___ TASK MATERIAL
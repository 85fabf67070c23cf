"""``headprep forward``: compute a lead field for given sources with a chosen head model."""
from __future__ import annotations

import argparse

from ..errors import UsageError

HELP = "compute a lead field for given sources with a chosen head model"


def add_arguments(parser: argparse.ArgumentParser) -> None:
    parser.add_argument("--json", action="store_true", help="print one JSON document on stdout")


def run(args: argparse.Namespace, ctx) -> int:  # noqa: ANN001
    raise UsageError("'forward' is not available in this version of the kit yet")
______
Copy the records above. Leave out nothing.

repository 85fabf67070c23cf
"""``headprep forward``: compute a lead field for given sources with a chosen head model."""
from __future__ import annotations

import argparse

from ..errors import UsageError

HELP = "compute a lead field for given sources with a chosen head model"


def add_arguments(parser: argparse.ArgumentParser) -> None:
    parser.add_argument("--json", action="store_true", help="print one JSON document on stdout")


def run(args: argparse.Namespace, ctx) -> int:  # noqa: ANN001
    raise UsageError("'forward' is not available in this version of the kit yet")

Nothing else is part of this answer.